● Data for this task
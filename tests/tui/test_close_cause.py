"""A signal closes the session through EngineProtocol.close(cause=...).

The app's closing worker passes the signal's name (``app.close_cause``, set by
probelog.tui.interrupts) to the engine. The protocol is what the UI may ask of
an engine, and the test double follows it member for member: a protocol
without ``cause`` would make the UI's call fail on any engine built to it.
"""

from __future__ import annotations

import asyncio
import inspect
import json

from probelog.engine.engine import Engine
from probelog.engine.protocol import EngineProtocol
from probelog.tui.app import build_app
from tests.tui.fake_engine import FakeEngine
from tests.tui.helpers import quit_session
from tests.tui.test_decisions import probing


def test_the_protocol_close_takes_the_cause_the_real_engine_takes():
    real = inspect.signature(Engine.close).parameters["cause"]
    assert inspect.signature(EngineProtocol.close).parameters["cause"].default == real.default


def test_a_signal_cause_reaches_the_journal_through_the_protocol(tmp_path):
    session = tmp_path / "s"

    async def go():
        app = build_app(lambda: FakeEngine(session), show_cautions=False)
        async with app.run_test(size=(120, 40)) as pilot:
            await probing(pilot)
            app.close_cause = "SIGTERM"  # what probelog.tui.interrupts sets on a signal
            await quit_session(pilot)

    asyncio.run(go())
    last = json.loads((session / "journal.jsonl").read_bytes().splitlines()[-1])
    assert last["type"] == "session-closed" and last["payload"]["cause"] == "SIGTERM"
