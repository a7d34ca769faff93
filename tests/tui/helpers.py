"""Waiting helpers for Pilot tests: wait for named worker groups, never fixed pauses."""

from __future__ import annotations

from textual.app import App
from textual.pilot import Pilot
from textual.worker import WorkerCancelled, WorkerState

OPEN = (WorkerState.PENDING, WorkerState.RUNNING)


async def settle(pilot: Pilot, *groups: str) -> None:
    """Wait until no worker of ``groups`` is running and their messages are handled."""
    app: App = pilot.app
    groups = groups or ("open", "bench", "journal", "closing")
    for _ in range(50):
        if not app.is_running or app._exit_renderables or app.return_code is not None:
            return  # the app is leaving; pausing the pilot now would wait forever
        busy = [w for w in app.workers if w.group in groups and w.state in OPEN]
        if not busy:
            await pilot.pause()
            if not [w for w in app.workers if w.group in groups and w.state in OPEN]:
                return
            continue
        for w in busy:
            await w.wait()
        await pilot.pause()


async def press(pilot: Pilot, *keys: str) -> None:
    """Press keys one by one, letting the bench and journal workers finish after each."""
    for key in keys:
        await pilot.press(key)
        await settle(pilot)


async def quit_session(pilot: Pilot) -> None:
    """q, then y on the confirmation; wait until the journal is closed and the app
    leaves. The last key is sent without the Pilot's wait-for-screen, which would
    wait on a screen that is being torn down."""
    import asyncio

    app = pilot.app
    await press(pilot, "q")
    await app._press_keys(["y"])
    for _ in range(500):  # bounded: 5 s at most
        if app.return_code is not None:
            return
        closing = [w for w in app.workers if w.group == "closing"]
        for w in closing:
            if w.state in OPEN:
                try:
                    await w.wait()
                except WorkerCancelled:
                    # the worker's last act is to post SessionClosed; the app can
                    # exit (cancelling it) before the thread reports success
                    pass
        await asyncio.sleep(0.01)
    raise AssertionError("the app did not leave after the journal was closed")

● Exercise requirements
Start at the first line of the entries above. Set down each line exactly through the one with "The app's closing", and stop there.

● Answer area
filename tests/tui/test_close_cause.py
"""A signal closes the session through EngineProtocol.close(cause=...).

The app's closing worker passes the signal's name (``app.close_cause``, set by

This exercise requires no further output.